The more tightly one boxes the editors in with rules the more predictable the
enterprise becomes. And a predictable huge enterprise is a standing invitation
to be gamed. There is a whole industry of marketeers and political hacks
searching for new ways to leverage others infrastructure and social assets to
get their message out. The human element so far seems vital to protect against
spam. Even Google can't stand still and constantly tweaks their rules - and
gets taken to court for it too.

And if one has editors making decisions and they are all young they tend to be
on average more left than the general population.
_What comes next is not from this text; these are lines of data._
# --- reading --------------------------------------------------------------------------------------
class _Reader:
    def __init__(self, blob: Callable[[int], bytes], doc: Document | None) -> None:
        self.blob = blob
        self.doc = doc
        self.before: PointTable | None = None

    def array(self, spec: dict) -> np.ndarray:
        if "objects" in spec:
            return self.objects(spec["objects"])
        dtype = _DTYPES.get(spec.get("dtype"))
        n = spec.get("len")
        if dtype is None or type(n) is not int or not 0 <= n <= MAX_ITEMS:
            raise JournalDataError(f"array of {spec.get('dtype')!r} × {n!r} is not acceptable")
        data = self.blob(_int(spec.get("array")))
        if len(data) != n * dtype.itemsize:
            raise JournalDataError(f"array blob holds {len(data)} bytes, expected {n * dtype.itemsize}")
        return np.frombuffer(data, dtype=dtype).copy()

    def objects(self, spec: dict) -> np.ndarray:
        distinct = _int(spec.get("distinct"))
        kinds = np.frombuffer(self.blob(_int(spec.get("kinds"))), dtype=np.uint8)
        if len(kinds) != distinct or distinct > MAX_ITEMS or np.any(kinds > _ELEMENT_EXT):
            raise JournalDataError("object column table is inconsistent")
        if "string_list" in spec:
            strings = spec["string_list"]
            if not isinstance(strings, list) or not all(isinstance(s, str) for s in strings):
                raise JournalDataError("object column strings are not strings")
        else:
            count = _int(spec.get("count"))
            strings = self.blob(_int(spec.get("strings"))).decode("utf-8").split("\x00") if count else []
            if len(strings) != count:
                raise JournalDataError("object column string count does not match")
        need = np.array([0, 1, 3, 4, 1, 2])[kinds].sum() if distinct else 0
        if need != len(strings):
            raise JournalDataError("object column strings do not match their kinds")
        values = np.empty(distinct, dtype=object)
        pos = 0
        for i, kind in enumerate(kinds.tolist()):
            if kind == _NONE:
                value = None
            elif kind == _STR:
                value, pos = strings[pos], pos + 1
            elif kind in (_POINT, _POINT_EXT):
                ext = strings[pos + 3] if kind == _POINT_EXT else None
                value = PointExtra(strings[pos], strings[pos + 1], strings[pos + 2], ext)
                pos += 4 if kind == _POINT_EXT else 3
            else:
                ext = strings[pos + 1] if kind == _ELEMENT_EXT else None
                value, pos = ElementExtra(strings[pos], ext), pos + (2 if kind == _ELEMENT_EXT else 1)
            values[i] = value
        codes = self.array(spec.get("codes") or {})
        if codes.dtype != np.int64 or (len(codes) and (codes.min() < 0 or codes.max() >= distinct)):
            raise JournalDataError("object column codes point outside its table")
        return values[codes] if len(codes) else np.empty(0, dtype=object)

    def table(self, spec: dict) -> PointTable:
        if set(spec) - {"rows_from_before"} != set(ALL_COLUMNS):
            raise JournalDataError("a point table must list exactly the model's columns")
        source = self.rows_from_before(spec["rows_from_before"]) if "rows_from_before" in spec else None
        columns = {}
        for key in ALL_COLUMNS:
            column = spec[key]
            if not isinstance(column, dict):
                raise JournalDataError(f"column {key!r} is not described")
            if (column.get("same") is True or column.get("mapped") is True) and self.before is None:
                raise JournalDataError(f"column {key!r} refers to a previous table that is not there")
            if column.get("same") is True:
                columns[key] = getattr(self.before, key).copy()
            elif column.get("mapped") is True:
                columns[key] = self.mapped(getattr(self.before, key), source, column)
            else:
                columns[key] = self.array(column)
            wanted = object if key in _OBJECT_COLUMNS else ("M" if key == "time" else "f")
            got = columns[key].dtype
            if (got.kind != "O") if wanted is object else (got.kind != wanted):
                raise JournalDataError(f"column {key!r} has the wrong type")
        try:
            table = PointTable(**columns)
            table._check()
        except ValueError as err:
            raise JournalDataError(str(err)) from None
        return table

    def rows_from_before(self, spec: dict) -> np.ndarray:
        runs = self.array(spec)
        if self.before is None or runs.dtype != np.int64 or len(runs) % 3:
            raise JournalDataError("row runs are malformed or refer to no previous table")
        new_start, old_start, length = runs.reshape(-1, 3).T
        total = int(new_start[-1] + length[-1]) if len(runs) else 0
        if (np.any(length <= 0) or np.any(new_start < 0) or np.any(old_start < 0)
                or np.any(old_start + length > len(self.before)) or np.any(np.diff(new_start) < length[:-1])
                or total > MAX_ITEMS):
            raise JournalDataError("row runs point outside the previous table")
        offsets = np.arange(int(length.sum())) - np.repeat(np.cumsum(length) - length, length)
        source = np.full(total, -1, dtype=np.int64)
        source[np.repeat(new_start, length) + offsets] = np.repeat(old_start, length) + offsets
        return source

    def mapped(self, old: np.ndarray, source: np.ndarray | None, spec: dict) -> np.ndarray:
        if source is None:
            raise JournalDataError("a mapped column needs row runs")
        rows, patch = self.array(spec.get("patch_rows") or {}), self.array(spec.get("patch") or {})
        if rows.dtype != np.int64 or len(rows) != len(patch):
            raise JournalDataError("a column patch is malformed")
        n = max(len(source), int(rows.max()) + 1 if len(rows) else 0)
        if n > MAX_ITEMS or (len(rows) and rows.min() < 0):
            raise JournalDataError("a column patch points outside its table")
        full = np.full(n, -1, dtype=np.int64)
        full[:len(source)] = source
        covered = full >= 0
        covered[rows] = True
        if not covered.all():
            raise JournalDataError("a mapped column leaves rows without a value")
        column = old[np.maximum(full, 0)]
        column[rows] = patch
        return column

    def value(self, spec: Any, depth: int) -> Any:
        if depth > MAX_DEPTH:
            raise JournalDataError("edits nested too deeply")
        if spec is None or isinstance(spec, (bool, str, int)):
            return spec
        if not isinstance(spec, dict) or len(spec) == 0:
            raise JournalDataError(f"unexpected value {str(spec)[:40]!r}")
        if "float" in spec:
            return float.fromhex(str(spec["float"]))
        if "array" in spec or "objects" in spec:
            return self.array(spec)
        if "table" in spec:
            return self.table(spec["table"])
        if "payload" in spec:
            return _payload(spec["payload"])
        if "edit" in spec:
            return self.edit(spec, depth + 1)
        if "map" in spec and isinstance(spec["map"], dict):
            return {str(k): self.value(v, depth + 1) for k, v in spec["map"].items()}
        for kind, make in (("list", list), ("tuple", tuple)):
            if kind in spec and isinstance(spec[kind], list):
                return make(self.value(v, depth + 1) for v in spec[kind])
        raise JournalDataError(f"unexpected value {str(spec)[:40]!r}")

    def edit(self, spec: dict, depth: int = 0):
        cls = EDIT_KINDS.get(spec.get("edit")) if isinstance(spec.get("edit"), str) else None
        fields = spec.get("fields")
        if cls is None or not isinstance(fields, dict):
            raise JournalDataError(f"unknown edit {str(spec.get('edit'))[:40]!r}")
        names = [f.name for f in dataclasses.fields(cls)]
        if set(fields) != set(names):
            raise JournalDataError(f"{cls.__name__} fields do not match")
        # "same" columns refer to the track the top-level edit replaces, never to a nested edit's
        self.before = None
        track = fields.get("track")
        if depth == 0 and self.doc is not None and type(track) is int and 0 <= track < len(self.doc.tracks):
            self.before = self.doc.tracks[track].points
        values = {}
        for name in names:
            spec_value = fields[name]
            if isinstance(spec_value, dict) and "table" in spec_value:
                values[name] = self.table(spec_value["table"])
            else:
                values[name] = self.value(spec_value, depth)
        return cls(**values)


def _int(value) -> int:
    if type(value) is not int:
        raise JournalDataError(f"expected a whole number, found {str(value)[:40]!r}")
    return value


def _payload(fields) -> PointExtra | ElementExtra:
    ok = isinstance(fields, list) and all(v is None or isinstance(v, str) for v in fields[1:])
    if ok and fields[0] == "point" and len(fields) == 5 and None not in fields[1:4]:
        return PointExtra(*fields[1:])
    if ok and fields[0] == "element" and len(fields) == 3 and fields[1] is not None:
        return ElementExtra(*fields[1:])
    raise JournalDataError("unknown payload")


def decode_edit(text: str, blob: Callable[[int], bytes], doc: Document | None = None):
    """The edit a row describes, to be applied to ``doc`` as it is now. ``blob(k)`` returns the row's blob ``k``.

    Raises :class:`JournalDataError` for anything that is not an edit of this program.
    """
    try:
        spec = json.loads(text)
    except (ValueError, RecursionError) as err:
        raise JournalDataError(f"edit text is not JSON ({err})") from None
    if not isinstance(spec, dict):
        raise JournalDataError("an edit must be a JSON object")
    try:
        return _Reader(blob, doc).edit(spec)
    except JournalDataError:
        raise
    except (ValueError, TypeError, KeyError, IndexError, UnicodeDecodeError, RecursionError) as err:
        raise JournalDataError(f"edit does not fit the model ({type(err).__name__}: {err})") from None


def reference_table(edit, inverse) -> PointTable | None:
    """The table ``edit`` replaces, taken from its ``inverse`` (for "same" columns), or ``None``."""
    if (isinstance(edit, model_edits.ReplaceTrackPoints) and isinstance(inverse, model_edits.ReplaceTrackPoints)
            and edit.track == inverse.track):
        return inverse.points
    return None


__all__: Sequence[str] = ["encode_edit", "decode_edit", "reference_table", "object_addresses",
                          "JournalDataError", "EDIT_KINDS", "MAX_ITEMS"]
It is hard for Facebook to win here. The best move may be not to play.

------
siegecraft
Maybe one could let organizations register with social media platforms as a
political speech organization. This would opt them out of algorithmic
timelines and ensure that their followers always see their broadcasts. There
would have to be some sort of downside, though, otherwise everyone would sign
up as a political entity. Maybe if you're political you never show up in
suggestions/organic recommendedations? The decision to self-identify as
political speech would have to be in the hands of the indivudual orgs,
otherwise you'd have the same filtering problem where people would just make
speech they don't like as non-political.

------
mrcactu5
Is this the Washington Post? or the Washington Times?

the Washington Times strikes me as having "conservative bias" as shown in
their piece on the Democrat's War on Piece.

------
makecheck
Or in other words: “people who chose a _single source_ for news complained
that this one source is biased”. Let’s not learn the lesson that perhaps it is
a _good idea_ to seek multiple sources so that biases are kept in check and
accuracy is improved. Oh, and let’s make sure to demand that Facebook do
exactly what we want since we’re not even paying for access to Facebook.

------
SpikeDad
Haha. An article on conservative bias in a newspaper that is the epitome of
conservative bias. Stand by for the "truth" as Fox News reports on the
Washington Times report.

------
sawthat
The irony of the Washington Times complaining about bias...

------
jklinger410
"News" organizations who can barely report on the temperature outside without
it dripping with bias who use their platform to push their agendas are stoking
anger against another platform for being biased?

It's very beneficial for news media to oust social media as bias. This was a
con job from the beginning.

I've never even looked at the "trending" section, anyway. So I guess this is
yet another happening in modern American society which is generalized to imply
societal importance but that really boils down to idiots yelling at other
idiots.

------
amaks
Now it's employees' fault. It's nice to be able to blame grass roots, not the
processes.

------
rajahafify
Why would they be able to filter that has been represented at all?

------
known
"Man is by nature a political animal." \--Aristotle

------
puppetmaster3
Here is an example of recent FaceBook censorship:
[http://youtube.com/watch?v=25tYyAgejA8](http://youtube.com/watch?v=25tYyAgejA8)

------
Overtonwindow
This just in: people have personal opinions!

------
scrame
Reality has a strong liberal bias.

------
wnevets
Now if only we could get crazy conservatives to boycott facebook.

------
horpulous
I'm totally fine with this. If you want to advocate for a world in which _all
resources_ are privately-owned (leaving no commonly-owned space for discourse)
and that a global, multi-billion-dollar social media service has the same free
speech rights as a mom and pop grocery, then you deserve to reap the rewards
of your own ideology.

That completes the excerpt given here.